Chaos Engineering and why it Matters

If you’ve ever gone through the pain and anxiety of responding to an unexpected failure in your production system, then intentionally breaking things in production is probably not anywhere on your current “to do” list. However, the principle of chaos engineering intentionally breaks parts of a production process to test its resilience. Such experiments’ intended outcomes are not at all the same as the unplanned outage you may have experienced. The expectation is that you are testing in such a way that if a failure does occur, that its actual impact is constrained to an acceptable level.

Where did Chaos Engineering Come From?

The idea of fault injection, the practice of testing both hardware software dependability by intentionally introducing errors into the system, dates back to the 1970s. In its current form, the concept of chaos engineering was conceived and implemented at Netflix in response to a major service outage in 2008 to their then monolithic on-premises system. The resolution Netflix chose was migration to an Amazon Web Services cloud system, which eliminated the single point of failure that their on-prem system represented, but introduced the cloud’s inherent complexity and uncertainty. Because cloud systems operate with little or no guarantee of hardware reliability, fault tolerance is a fundamental operational concept. Netflix created the first chaos engineering tool, Chaos Monkey, to validate that the unexpected loss of virtual machines and containers would not impact the service they provided their customers.

How does Chaos Engineering Work?

One thing to realize early on about chaos engineering is that there is very little that is chaotic about the approach. These experiments in production intend to test the resilience of the system against failure. This starts with an assumption that you are testing infrastructure that has processes in place to provide resilience in the face of failure. The experiments that chaos engineers run on systems are well thought out, generally test a specific perturbation, and are run with an awareness of possible consequences and with preparation to mitigate rapidly. This means that an experiment will have a clearly defined scope or “blast radius” that needs to be understood and acceptable if an actual failure is induced.

Chaos engineering fits firmly into the SRE (site reliability engineering) DevOps subdiscipline with its associated focus on not allowing a system to exceed agreed upon service level objectives (SLOs). This means that any chaos experiment should never cause the SLO to be exceeded. Doing this requires not only a clear understanding of the range of the negative effects but also a multidisciplinary approach that requires the appropriate people to mitigate being on hand during the experiment. Testing Kubernetes service or network resilience when the engineers with the knowledge to fix those systems are unavailable would not be a best practice.

Much of the focus and literature of chaos engineering focuses on the application of its tools and experiments on production systems. While this certainly provides the greatest value in understanding your actual system’s ability to disrupt experiments, there can also be value in applying chaos experiments in development environments. It should be noted that the data you get out of such experiments will be a reflection of how realistic your dev environment and the load profiles that you test it under are. Still, the information gleaned from such experiments can identify potential performance issues before releasing your code into the wild.

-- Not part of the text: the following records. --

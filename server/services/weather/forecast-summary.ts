import type { PlaceId } from '../../../shared/types/ids'
import type { ForecastSummary } from '../../../shared/types/ground-order'
import type { Db } from '../../db/client'
import { findForecastAge } from '../../db/queries/forecasts'
import { findNewestPull } from '../../db/queries/weather-pulls'
import { freshness } from './freshness'

const ATTRIBUTION = { text: 'Weather data by Open-Meteo.com', href: 'https://open-meteo.com/', licence: 'CC BY 4.0' }

/** How old a farm's forecast is, where it comes from and what is wrong with it; its oldest place counts. */
export function forecastSummary(db: Db, placeIds: PlaceId[], invented: boolean, now: Date): ForecastSummary {
  const ages = placeIds.map(id => ({ forecast: findForecastAge(db, id, 'forecast', now), runs: findForecastAge(db, id, 'runs', now) }))
  const complete = ages.length > 0 && ages.every(age => age.forecast && age.runs)
  const oldest = ages.flatMap(age => age.forecast ?? []).sort((a, b) => a.fetchedAt.getTime() - b.fetchedAt.getTime())[0]
  const runs = ages.flatMap(age => age.runs ?? []).sort((a, b) => a.fetchedAt.getTime() - b.fetchedAt.getTime())[0]
  const pull = findNewestPull(db)
  return {
    status: complete ? freshness(oldest!.fetchedAt, now) : 'none',
    issuedAt: runs?.issuedAt?.toISOString() ?? null,
    fetchedAt: oldest?.fetchedAt.toISOString() ?? null,
    runs: runs?.runs ?? null,
    source: oldest?.source ?? null,
    attribution: ATTRIBUTION,
    invented,
    trouble: pull?.outcome === 'failed' ? pull.detail : null,
  }
}
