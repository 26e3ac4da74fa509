import type { HourlyWeather } from '../weather/hourly'

/**
 * Wind at 10 m above which no spraying is planned, m/s: 10 mph, the highest of the labels read that name one for the
 * boom, held against the wind at 10 m, which is stronger there.
 */
export const MOST_SPRAY_WIND_MS = 4.4704
/**
 * Wind at 10 m under which no spraying is planned, m/s: 5.79 mph, which is 3 mph at a boom 24 in over short growth by
 * the neutral log law (roughness 0.03 m). Under 3 mph at the boom the air may lie still or upside down.
 */
export const LEAST_SPRAY_WIND_MS = 2.588
/** Whole hours after sunrise and before sunset without spraying: the 2019 dicamba labels, the strictest read. */
const AFTER_SUNRISE_HOURS = 1
const BEFORE_SUNSET_HOURS = 2

/**
 * Closes the hours in which the plan leaves the sprayer at home: too much wind or too little, night, and the hours
 * around it. A stand-in that only keeps the plan from counting on impossible hours: the label of the product in the
 * tank, and wind and inversion judged at the field, decide.
 *
 * @param flags - 1 where the ground carries the sprayer; cleared where the hour is closed
 * @param weather - wind at 10 m and radiation of the same hours
 */
export function closeSprayHours(flags: Uint8Array, weather: HourlyWeather): void {
  for (let hour = 0; hour < weather.hours; hour++) {
    const wind = weather.windMs[hour]!
    if (wind < LEAST_SPRAY_WIND_MS || wind > MOST_SPRAY_WIND_MS || !isWellWithinDay(weather, hour)) flags[hour] = 0
  }
}

/** Beyond the ends of the weather the sun counts as up: the hour itself is then what is known. */
function isWellWithinDay({ radiationWm2, hours }: HourlyWeather, hour: number): boolean {
  const until = Math.min(hours - 1, hour + BEFORE_SUNSET_HOURS)
  for (let i = Math.max(0, hour - AFTER_SUNRISE_HOURS); i <= until; i++) if (!(radiationWm2[i]! > 0)) return false
  return true
}
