import type { Ground } from '../ground'

/**
 * Why a field stands where it stands, in one line of plain words.
 *
 * Hours count from the start of the plan; null: not within the horizon, or not so.
 */
export interface ReasonFacts {
  ground: Ground
  /** machine that is in the field with acres of its pass done and acres left, and when it is through in the middle run */
  inField: { machine: string, areaLeftAc: number, doneAt: number | null } | null
  /** hour at which it is fit for its next work, when it isn't now */
  fitAt: number | null
  rainAt: number | null
  planter: string | null
  planterHours: number
  cropName: string
  /** mean at seed depth over the hours that the crop's minimum is held against, °C */
  seedZoneC: number
  minimumSoilC: number
  /** at or above the chance under which a field is unlikely before rain */
  likely: boolean
  savedPerPlanterHourUsd: number | null
  /** mean at stake by waiting, $; null: not known */
  atStakeUsd: number | null
  /** acres planted by the time the rain starts in the middle run, what was planted before included */
  plantedByRainAc: number
  areaAc: number
  /** nothing is dug yet, though the digger would get to it before rain */
  wouldLieOpen: boolean
  /** ranked field that saves most per planter hour */
  savesMost: boolean
  /** of the fields before the rain, the last and the first to be fit again after it */
  staysWetLongest: boolean
  driesFirst: boolean
  /** field before it in the order, when the two lie side by side */
  nextDoorTo: string | null
}

/** How the farm writes times, temperatures, areas and money. */
export interface Say {
  time: (hour: number) => string
  temperature: (celsius: number) => string
  area: (acres: number) => string
  money: (usd: number) => string
}

/** Saved per planter hour under this counts as nothing, $. */
const LEAST_PER_HOUR_USD = 1
/** At stake under this counts as nothing, $. */
const LEAST_USD = 10
/** Part of a field that must get planted before rain for it to be worth saying, 0 to 1. */
const WORTH_SAYING_SHARE = 0.25

/**
 * The reason of a ranked field.
 *
 * The first rule that applies speaks: frost; a machine that is in the field; cold; what is not known; nothing at
 * stake; then, below the cut, why it can't be done before rain; above it, when it is fit and what it saves.
 */
export function reason(facts: ReasonFacts, say: Say): string {
  if (facts.ground === 'frozen') return frozen(facts, say)
  if (facts.inField) return inField(facts.inField, say)
  if (facts.ground === 'cold') return cold(facts, say)
  if (facts.savedPerPlanterHourUsd === null) return `${fitSince(facts, say)}; no table says what waiting costs ${facts.cropName} at this date`
  if (facts.atStakeUsd !== null && facts.atStakeUsd < LEAST_USD) return nothingAtStake(facts, say)
  if (!facts.likely) return unlikely(facts, say)
  return likely(facts, facts.savedPerPlanterHourUsd, say)
}

function frozen({ fitAt, rainAt }: ReasonFacts, say: Say): string {
  if (fitAt !== null && (rainAt === null || fitAt < rainAt)) return `Frozen; fit ${say.time(fitAt)} once the frost is out`
  return 'Frozen; nothing to lose by waiting'
}

function cold({ seedZoneC, minimumSoilC, cropName }: ReasonFacts, say: Say): string {
  if (seedZoneC >= minimumSoilC) return `Warm enough, but cold rain is coming and would chill ${cropName} seed`
  const [seed, wanted] = [say.temperature(seedZoneC), say.temperature(minimumSoilC)]
  return `Dry enough, but ${seed === wanted ? 'just under ' : ''}${seed} at seed depth; wants ${wanted}`
}

function inField({ machine, areaLeftAc, doneAt }: NonNullable<ReasonFacts['inField']>, say: Say): string {
  const left = `${machine} is in it: ${say.area(areaLeftAc)} left`
  return doneAt === null ? left : `${left}, done by ${say.time(doneAt)}`
}

/** No field that can be planted before rain, or a date at which a few days cost nothing. */
function nothingAtStake(facts: ReasonFacts, say: Say): string {
  const { ground, fitAt, rainAt, cropName } = facts
  if (ground !== 'fit' && (fitAt === null || (rainAt !== null && fitAt >= rainAt))) return wetUntilRain(rainAt)
  return `${fitSince(facts, say)}; waiting costs ${cropName} almost nothing yet`
}

function wetUntilRain(rainAt: number | null): string {
  return rainAt === null ? 'Not fit within five days' : 'Too wet to work before the rain'
}

function unlikely(facts: ReasonFacts, say: Say): string {
  const { fitAt, rainAt, ground, planter, planterHours, plantedByRainAc, areaAc } = facts
  if (ground !== 'fit' && fitAt === null) return wetUntilRain(rainAt)
  const hour = ground === 'fit' ? 0 : fitAt!
  if (rainAt !== null && hour >= rainAt) return wetUntilRain(rainAt)
  if (facts.wouldLieOpen) return 'Leave it undug: it would lie open in the rain'
  if (rainAt !== null && plantedByRainAc >= WORTH_SAYING_SHARE * areaAc) return `${fitSince(facts, say)}; rain is likely to stop it at ${say.area(plantedByRainAc)}`
  if (rainAt !== null && hour + planterHours > rainAt) return `${fitSince(facts, say)}, too late to finish before rain`
  return `${fitSince(facts, say)}; only if ${planter ?? 'the planter'} is ahead of plan`
}

function likely(facts: ReasonFacts, savedUsd: number, say: Say): string {
  if (facts.ground === 'fit' && facts.savesMost && savedUsd >= LEAST_PER_HOUR_USD) return 'Fit now, and the most money per planter hour'
  if (facts.driesFirst) return `${fitSince(facts, say)}; dries fast again, so it can wait`
  if (facts.staysWetLongest) return `${fitSince(facts, say)}; stays wet longest once rained on`
  if (facts.nextDoorTo !== null) return `${fitSince(facts, say)}; next door to ${facts.nextDoorTo}`
  if (savedUsd >= LEAST_PER_HOUR_USD) return `${fitSince(facts, say)}; saves ${say.money(savedUsd)} per planter hour`
  return `${fitSince(facts, say)}; ${facts.rainAt === null ? 'no rain in sight' : 'done before the rain even if it goes last'}`
}

function fitSince({ ground, fitAt }: ReasonFacts, say: Say): string {
  if (ground === 'fit') return 'Fit now'
  return fitAt === null ? 'Not fit within five days' : `Fit by ${say.time(fitAt)}`
}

Chaos Engineering is Not Just a Pass or Fail Exercise

The goal of chaos engineering is not simply one of validating that your production system is resilient or not. An ideal experiment will provide information about how to improve the system regardless of the outcome. If something truly did break, there is an obvious task to fix the issue and retest for resilience. However, even if the system performed as expected, comparison against baseline may reveal some level of degradation in the function being tested that deserves further investigation or proactive mitigation. In other cases, unexpected behavior might be revealed that, while not necessarily impacting your SLO, may warrant further exploration.

Conclusion

In the end, chaos engineering is less about chaos than understanding the edges of where your control starts to degrade and intentionally expanding those boundaries. It is a way of more deeply understanding your production system’s behavior and validating your confidence in the systems you have in place to mitigate against the uncertainty inherent in distributed systems. Done thoughtfully, experiments in production don’t need to be scary; rather, they can assure you that your system is ready and resilient in the face of the types of disturbances that the real world provides.